Historic! No New Jobs Added in August; First Time since 1945

September 2nd, 2011 2:24 PM

Ahead of the Sept. 2 release of the August jobs report, surveys had indicated the economy had added anywhere from 75,000 to 100,000 jobs that month. But those estimates turned out to be very wrong. Just minutes ahead of the release, CNBC's Rick Santelli went out on a limb predicting that no jobs had been added in August.


Santelli was right about that number. As CNBC reported just minutes later, not a single job was added overall to the payroll numbers and the unemployment rate stayed at 9.1 percent. The previous two months were revised downward to show an additional 58,000 jobs lost.

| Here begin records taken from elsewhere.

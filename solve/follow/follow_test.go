package follow

import (
	"fmt"
	"math"
	"math/rand/v2"
	"testing"

	"biaswright/solve/sparse"

	"gonum.org/v1/gonum/mat"
	"pgregory.net/rapid"
)

// A system is a Problem for tests: eval gives F, ∂F/∂λ and, entry by entry, J.
type system struct {
	eval   func(x []float64, lambda float64, f, dl []float64, add func(i, j int, v float64))
	scale  []float64
	plan   *sparse.Plan
	values []float64
	at     []int // positions of the entries in the order in which eval adds them
	f, dl  []float64
	tol    []float64
	direct *sparse.Factors
	pivot  *sparse.Pivoting
	used   sparse.Solver
}

// newSystem makes a system of order n. Its pattern is what eval adds.
func newSystem(n int, tol float64, eval func(x []float64, lambda float64, f, dl []float64, add func(i, j int, v float64))) *system {
	var entries []sparse.Entry
	eval(make([]float64, n), 0, make([]float64, n), make([]float64, n), func(i, j int, _ float64) {
		entries = append(entries, sparse.Entry{Row: i, Col: j})
	})
	plan, err := sparse.Analyse(n, entries)
	if err != nil {
		panic(err)
	}
	s := &system{
		eval: eval, plan: plan, values: make([]float64, plan.NNZ()),
		f: make([]float64, n), dl: make([]float64, n), tol: make([]float64, n), scale: make([]float64, n),
		direct: plan.NewFactors(), pivot: plan.NewPivoting(),
	}
	for i := range n {
		s.tol[i], s.scale[i] = tol, 1
	}
	for _, e := range entries {
		s.at = append(s.at, plan.Index(e.Row, e.Col))
	}
	return s
}

func scalar(eval func(x, lambda float64) (f, fx, fl float64)) *system {
	return newSystem(1, 1e-13, func(x []float64, lambda float64, f, dl []float64, add func(i, j int, v float64)) {
		var fx float64
		f[0], fx, dl[0] = eval(x[0], lambda)
		add(0, 0, fx)
	})
}

func (s *system) Size() int         { return len(s.f) }
func (s *system) XScale() []float64 { return s.scale }
func (s *system) Linearise(x []float64, lambda float64) bool {
	clear(s.values)
	next := 0
	s.eval(x, lambda, s.f, s.dl, func(_, _ int, v float64) {
		s.values[s.at[next]] += v
		next++
	})
	s.used = s.direct
	if s.used.Factor(s.values) {
		return true
	}
	s.used = s.pivot
	return s.used.Factor(s.values)
}
func (s *system) Residual() (f, tol []float64) { return s.f, s.tol }
func (s *system) DLambda(dst []float64)        { copy(dst, s.dl) }
func (s *system) Solve(b []float64) bool       { s.used.Solve(b); return true }
func (s *system) SolveT(b []float64) bool      { s.used.SolveT(b); return true }
func (s *system) DetSign() int                 { return s.used.DetSign() }

// A reporter is a *testing.T or a *rapid.T.
type reporter interface {
	Helper()
	Errorf(format string, args ...any)
	Fatalf(format string, args ...any)
}

func near(t reporter, what string, got, want, tol float64) {
	t.Helper()
	if !(math.Abs(got-want) <= tol) {
		t.Errorf("%s: got %.17g, want %.17g, off by %.2g", what, got, want, got-want)
	}
}

func outcome(t reporter, r Result, want Outcome) {
	t.Helper()
	if r.Outcome != want {
		t.Fatalf("the walk %v at x = %v, λ = %g (%+v), want: it %v", r.Outcome, r.X, r.Lambda, r.Stats, want)
	}
}

// cusp is the normal form λ + μ x - x³ of the cusp catastrophe. For μ > 0 it has
// folds at x = ±sqrt(μ/3), λ = ±2 (μ/3)^(3/2).
// Source: differentiate; the name is R. Thom's.
func cusp(mu float64) *system {
	return scalar(func(x, l float64) (f, fx, fl float64) { return l + mu*x - x*x*x, mu - 3*x*x, 1 })
}

func TestFoldIsExact(t *testing.T) {
	// y² + λ - 2 = 0 folds at λ = 2, y = 0.
	p := scalar(func(y, l float64) (f, fy, fl float64) { return y*y + l - 2, 2 * y, 1 })
	r := Follow(p, []float64{1}, 1, Options{StopAtFold: true})
	outcome(t, r, Folded)
	near(t, "λ", r.Lambda, 2, 2e-12)
	near(t, "y", r.X[0], 0, 1e-9)
	if len(r.Folds) != 1 {
		t.Errorf("%d folds", len(r.Folds))
	}
}

func TestCusp(t *testing.T) {
	rapid.Check(t, func(rt *rapid.T) {
		mu := rapid.Float64Range(0.05, 3).Draw(rt, "mu")
		high := 2*math.Pow(mu/3, 1.5) + 1
		r := Follow(cusp(mu), []float64{-2}, -8+2*mu, Options{
			Low: -20, High: high, Target: 0, Use: EveryPassage,
		})
		outcome(rt, r, RangeEnd)
		if len(r.Folds) != 2 || len(r.Targets) != 3 {
			rt.Fatalf("%d folds and %d passages", len(r.Folds), len(r.Targets))
		}
		near(rt, "first fold", r.Folds[0].Lambda, 2*math.Pow(mu/3, 1.5), 1e-12*high)
		near(rt, "second fold", r.Folds[1].Lambda, -2*math.Pow(mu/3, 1.5), 1e-12*high)
		for i, want := range []float64{-math.Sqrt(mu), 0, math.Sqrt(mu)} {
			near(rt, "passage", r.Targets[i].X[0], want, 1e-12)
			if r.Targets[i].Lambda != 0 {
				rt.Errorf("λ = %g is not exact", r.Targets[i].Lambda)
			}
		}
		// J = μ - 3x² is positive on the middle sheet alone.
		for i, want := range []int{-1, 1, -1} {
			if r.Targets[i].DetSign != want {
				rt.Errorf("passage %d: sign %d", i, r.Targets[i].DetSign)
			}
		}
		if r.Lambda != high {
			rt.Errorf("ended at %g instead of %g", r.Lambda, high)
		}
		// The same walk back returns to the start.
		back := Follow(cusp(mu), r.X, r.Lambda, Options{Direction: -1, Low: -8 + 2*mu, High: 50})
		outcome(rt, back, RangeEnd)
		near(rt, "start", back.X[0], -2, 1e-12)
		if len(back.Folds) != 2 {
			rt.Errorf("%d folds on the way back", len(back.Folds))
		}
	})
}

func TestNaturalEndsAtFold(t *testing.T) {
	r := Follow(cusp(1), []float64{-2}, -6, Options{Mode: Natural, Target: 1, Use: FirstPassage})
	outcome(t, r, Folded)
	near(t, "λ", r.Lambda, 2/(3*math.Sqrt(3)), 1e-3)
	// Without a fold in its way it arrives.
	r = Follow(cusp(-1), []float64{-2}, -10, Options{Mode: Natural, Target: 10, Use: FirstPassage})
	outcome(t, r, Reached)
	near(t, "x", r.X[0], 2, 1e-13)
	if r.Lambda != 10 || len(r.Targets) != 1 {
		t.Errorf("λ = %g, %d targets", r.Lambda, len(r.Targets))
	}
}

// Bratu's problem u” + λ exp(u) = 0, u(0) = u(1) = 0. Its solutions are
// u = 2 ln(cosh θ / cosh(θ(1-2x))) with λ = 8 (θ/cosh θ)², so that the fold is
// at θ tanh θ = 1: λ = 3.513830719125…
// The figure is from memory (it is the customary check of continuation codes);
// the test derives it anew from the closed form.
func bratu(cells int) *system {
	n := cells - 1
	h2 := 1 / float64(cells*cells)
	// Numerov's scheme, of fourth order: u₋ - 2u + u₊ + h²/12 (g₋ + 10 g + g₊) = 0.
	return newSystem(n, 1e-13, func(u []float64, l float64, f, dl []float64, add func(i, j int, v float64)) {
		at := func(i int) float64 {
			if i < 0 || i >= n {
				return 0
			}
			return u[i]
		}
		for i := range n {
			g := [3]float64{math.Exp(at(i-1)) / 12, math.Exp(at(i)) * 10 / 12, math.Exp(at(i+1)) / 12}
			f[i] = at(i-1) - 2*at(i) + at(i+1) + l*h2*(g[0]+g[1]+g[2])
			dl[i] = h2 * (g[0] + g[1] + g[2])
			second := [3]float64{1, -2, 1}
			for k := range 3 {
				if j := i + k - 1; j >= 0 && j < n {
					add(i, j, second[k]+l*h2*g[k])
				}
			}
		}
	})
}

func TestBratu(t *testing.T) {
	theta, _, _ := zero(func(x float64) (float64, bool) { return x*math.Tanh(x) - 1, true }, 1, 2, math.Tanh(1)-1, 2*math.Tanh(2)-1, 0)
	want := 8 * math.Pow(theta/math.Cosh(theta), 2)
	near(t, "the closed form against the published figure", want, 3.513830719, 5e-10)
	var folds [2]float64
	for i, cells := range []int{40, 80} {
		p := bratu(cells)
		r := Follow(p, make([]float64, p.Size()), 0, Options{Low: -1, High: 10, Target: 1, Use: EveryPassage, MaxSteps: 200})
		if len(r.Folds) != 1 || len(r.Targets) != 2 {
			t.Fatalf("%d folds, %d passages, %v, %+v", len(r.Folds), len(r.Targets), r.Outcome, r.Stats)
		}
		folds[i] = r.Folds[0].Lambda
		// The two solutions at λ = 1, both by the closed form: half of the
		// unknowns' midpoint value is ln cosh θ.
		for k, bracket := range [][2]float64{{0, theta}, {theta, 10}} {
			f := func(x float64) (float64, bool) { return 8*math.Pow(x/math.Cosh(x), 2) - 1, true }
			fa, _ := f(bracket[0])
			fb, _ := f(bracket[1])
			x, _, _ := zero(f, bracket[0], bracket[1], fa, fb, 0)
			// Numerov's error on the steeper solution.
			near(t, "u(1/2)", r.Targets[k].X[cells/2-1], 2*math.Log(math.Cosh(x)), []float64{1e-8, 2e-4}[k])
		}
	}
	near(t, "fold", folds[1], want, 1e-6)
	// Richardson: the error falls sixteenfold.
	near(t, "extrapolated fold", folds[1]+(folds[1]-folds[0])/15, want, 2e-9)
}

// Freudenstein and Roth's system from the start (15, -2) by the homotopy
// F(x) - (1-λ) F(x0): Newton's method fails from there, and the path has folds;
// the solution is (5, 4).
// Source, from memory: F. Freudenstein and B. Roth, Numerical solutions of systems
// of nonlinear equations, J. ACM 10 (1963) 550-556; the path, W. C. Rheinboldt,
// Numerical Analysis of Parametrized Nonlinear Equations, 1986. That (5, 4) is a
// solution is checked by inserting it.
func TestFreudensteinRoth(t *testing.T) {
	roth := func(x, y float64) (f, g float64) {
		return x - y*y*y + 5*y*y - 2*y - 13, x + y*y*y + y*y - 14*y - 29
	}
	x0 := []float64{15, -2}
	if f, g := roth(5, 4); f != 0 || g != 0 {
		t.Fatalf("(5, 4) leaves %g and %g", f, g)
	}
	f0, g0 := roth(x0[0], x0[1])
	p := newSystem(2, 1e-12, func(x []float64, l float64, f, dl []float64, add func(i, j int, v float64)) {
		a, b := roth(x[0], x[1])
		f[0], f[1] = a-(1-l)*f0, b-(1-l)*g0
		dl[0], dl[1] = f0, g0
		y := x[1]
		add(0, 0, 1)
		add(0, 1, -3*y*y+10*y-2)
		add(1, 0, 1)
		add(1, 1, 3*y*y+2*y-14)
	})
	copy(p.scale, []float64{10, 1})
	r := Follow(p, x0, 0, Options{Target: 1, Use: FirstPassage, Low: -10, High: 10})
	outcome(t, r, Reached)
	near(t, "x", r.X[0], 5, 1e-11)
	near(t, "y", r.X[1], 4, 1e-12)
	if len(r.Folds) == 0 {
		t.Error("the path is known to fold")
	}
}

It was the first time since February 1945 that the report showed exactly zero net jobs.


The predictions of the economists interviewed by CNBC that morning ranged from 25,000 to 60,000 and CNBC's own Steve Liesman predicted 70,000. All of those guesses turned out to be overly optimistic.


The timing of the bad news on the jobs front comes less than a week ahead of President Obama's big jobs speech, and as Republicans campaign against him and each other around the country. That's something neither Obama, nor some Republicans were expecting.


As Ben Smith wrote for Politico on Sept. 2, "With today's dismal jobs report confirming that the political landscape will likely be shaped by a sense of economic crisis, it's easy to forget how recently the leaders of both parties were expecting a recovery."


Even Mitt Romney, as of Sept. 2010, expected the economy to "be coming back," Smith reported. "This isn't the campaign either Obama or most Republicans expect to run, and if they seem caught off guard, it's because they were," Smith concluded.


Perhaps it is because politicians have been accepting too much of what the media tell them about the economy. Even after the dismal Sept. 2 report, CNBC guest Mark Zandi, Moody's Analytics chief economist, said: "It's obviously very dark, and we're very close to recession, but that doesn't mean we're going to go into recession. And the reason is, for a recession to occur businesses have to lay off workers and I don't think that's what's going on here. Businesses aren't laying off workers, they've stopped hiring."


So Zandi suggested it was still possible to avoid recession. But it would appear the public does not agree, since consumer confidence took a nosedive in August to a two-year low according to the Aug. 31 Investor's Business Daily. IBD reported that confidence dropped 14.7 points to 44.5.